Hi, Matt, so this is Yaniv. I will try to add on to what Gideon talked about a minute or two ago is with the LTE penetration that is where we have to, if you look back to last year we powered about 70 million LTE phones at the time and this took us few years to get there and of course we started this small with less customers shipping their products and the engine started as we went throughout the year. And when we started this year, we are seeing more and more players and not just necessarily Samsung kick in and start pushing their LTE designs in mass production.

So one thing that is completely different this year and this is the guidance of almost three times the volume from last year is that we have more players, it is not only Samsung, it is coming from Spreadtrum, it is coming from Leadcore, it is coming from Intel, it is coming from a bunch of our existing customers that have the products for a while, but couldn’t get into mass production and today they are much more successful in that.

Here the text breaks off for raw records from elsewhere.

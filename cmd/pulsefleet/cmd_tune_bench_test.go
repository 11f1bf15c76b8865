package main

import (
	"bufio"
	"context"
	"fmt"
	"io"
	"math"
	"math/rand/v2"
	"os"
	"path/filepath"
	"strconv"
	"syscall"
	"testing"
	"time"

	"github.com/pulsefleet/pulsefleet/internal/store"
)

// benchTuneGrid is the project target's grid: 10 limits x 10 delays = 100
// profiles of one spo2_low condition with escalation.
const benchTuneGrid = `base:
  name: bench
  conditions:
    - {kind: spo2_low, limit: 90, hysteresis: 1, delay: 15s, priority: medium, escalate: {below: 80, priority: high}}
sweep:
  spo2_low.limit: [86, 87, 88, 89, 90, 91, 92, 93, 94, 95]
  spo2_low.delay: [0s, 5s, 10s, 15s, 20s, 30s, 45s, 60s, 90s, 120s]
reference:
  rule: {below: 85, for: 60s}
`

// benchTrend calls fn for 1,000 device-hours of invented 1 Hz trend (100
// devices x 10 h; demo data): devices around 95 % with dips, 1 % missing.
// t is seconds from the start.
func benchTrend(fn func(dev, t int, spo2, pulse, pi, sqi float64)) {
	r := rand.New(rand.NewPCG(1, 20))
	for d := range 100 {
		dip, depth := 0, 0.0
		for t := range 36000 {
			if dip == 0 && r.IntN(900) == 0 {
				dip, depth = 5+r.IntN(180), 3+14*r.Float64()
			}
			v := 95.5 + 0.7*r.NormFloat64()
			if dip > 0 {
				v -= depth
				dip--
			}
			v = math.Round(math.Min(100, v)*10) / 10
			if r.IntN(100) == 0 {
				v = math.NaN()
			}
			fn(d, t, v, float64(60+r.IntN(20)), float64(r.IntN(300))/100, float64(r.IntN(100))/100)
		}
	}
}

// BenchmarkTuneCommand runs the whole `pulsefleet tune` command (read,
// sweep 100 profiles, write the summary, report and profiles) over 1,000
// device-hours, from a trend CSV (--in, 3.6 million rows, written once in
// a temporary directory) and from a store (--data). Target (issue 20):
// at most 1 s each on the project's 2-core machine. MB/s is the CSV's size
// per run (csv only); cpu-s/run is the process's CPU time.
func BenchmarkTuneCommand(b *testing.B) {
	dir := b.TempDir()
	grid := filepath.Join(dir, "grid.yaml")
	if err := os.WriteFile(grid, []byte(benchTuneGrid), 0o644); err != nil {
		b.Fatal(err)
	}
	b.Run("csv", func(b *testing.B) {
		path := filepath.Join(dir, "trend.csv")
		f, err := os.Create(path)
		if err != nil {
			b.Fatal(err)
		}
		w := bufio.NewWriter(f)
		io.WriteString(w, "t_s,device,spo2_pct,pulse_bpm,pi_pct,sqi\n")
		row := make([]byte, 0, 64)
		num := func(v float64) {
			if v == v {
				row = strconv.AppendFloat(row, v, 'g', -1, 64)
			}
		}
		benchTrend(func(dev, t int, spo2, pulse, pi, sqi float64) {
			row = strconv.AppendInt(row[:0], int64(t), 10)
			row = fmt.Appendf(row, ",bench-%03d,", dev)
			num(spo2)
			row = append(row, ',')
			num(pulse)
			row = append(row, ',')
			num(pi)
			row = append(row, ',')
			num(sqi)
			row = append(row, '\n')
			w.Write(row)
		})
		if err := w.Flush(); err != nil {
			b.Fatal(err)
		}
		f.Close()
		st, err := os.Stat(path)
		if err != nil {
			b.Fatal(err)
		}
		b.SetBytes(st.Size())
		benchTuneRun(b, "--in", path, "--out", filepath.Join(dir, "out-csv"))
	})
	b.Run("store", func(b *testing.B) {
		data := filepath.Join(dir, "data")
		db, err := store.Open(data, store.Options{})
		if err != nil {
			b.Fatal(err)
		}
		start := time.Now().Add(-11 * time.Hour).Truncate(time.Second).UnixMilli()
		batch := &store.Batch{}
		flush := func() {
			if err := db.Write(batch); err != nil {
				b.Fatal(err)
			}
			batch = &store.Batch{}
		}
		for d := range 100 {
			batch.Devices = append(batch.Devices, &store.Device{ID: fmt.Sprintf("bench-%03d", d), Mode: "summary"})
		}
		flush()
		benchTrend(func(dev, t int, spo2, pulse, pi, sqi float64) {
			if spo2 != spo2 {
				spo2 = 0
			}
			batch.Points = append(batch.Points, store.Point{Device: fmt.Sprintf("bench-%03d", dev), TimeMS: start + int64(t)*1000,
				SpO2: spo2, Pulse: pulse, PI: pi, SQI: sqi, Source: 2})
			if len(batch.Points) == 36000 {
				flush()
			}
		})
		flush()
		if err := db.Close(); err != nil {
			b.Fatal(err)
		}
		benchTuneRun(b, "--data", data, "--out", filepath.Join(dir, "out-store"))
	})
}

func benchTuneRun(b *testing.B, args ...string) {
	grid := filepath.Join(filepath.Dir(args[1]), "grid.yaml") // beside the trend file or data directory
	cpu0 := cpuTime()
	for b.Loop() {
		var out, errb countWriter
		if code := run(context.Background(), append([]string{"tune", "--grid", grid}, args...), stdio{in: nil, out: &out, err: &errb}); code != 0 {
			b.Fatalf("tune exited %d", code)
		}
	}
	b.ReportMetric(b.Elapsed().Seconds()/float64(b.N), "s/run")
	b.ReportMetric((cpuTime()-cpu0).Seconds()/float64(b.N), "cpu-s/run")
}

// cpuTime is the process's user + system CPU time so far.
func cpuTime() time.Duration {
	var ru syscall.Rusage
	if err := syscall.Getrusage(syscall.RUSAGE_SELF, &ru); err != nil {
		return 0
	}
	return time.Duration(ru.Utime.Nano() + ru.Stime.Nano())
}

type countWriter struct{ n int }

func (w *countWriter) Write(p []byte) (int, error) { w.n += len(p); return len(p), nil }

So I think that is one strong element to mention and the way we see the LTE today is more of a structural growth going forward and not necessarily seasonal and not necessarily one core difference from the other. It is a lot about the timing of new skews, it is about the timing of product management by different OEM and chip vendors there.

So it is a mix, but I think if you put it all together that gives us the confidence in some new models that we have introduced close to the holiday season, some will have effect this year in Q4 for example, some will have effect in 2017, but I think to answer your question, it's the variety of all these factors, not just the market, but also the players that are pushing those LTE sockets into phone that are helping us to give the guidance and be optimistic about future growth in LTE for us.

Matt Ramsay

Got it. Thank you. That is really a helpful perspective and it is good to see the new growth engine there in the baseband side diversifying. If we flip over to the non-baseband business, I think you talked about in the prepared remarks and a bit of an inventory correction industry-wide in the Bluetooth space and still being up for the year in non-baseband units, maybe you could talk about that dynamic a little bit?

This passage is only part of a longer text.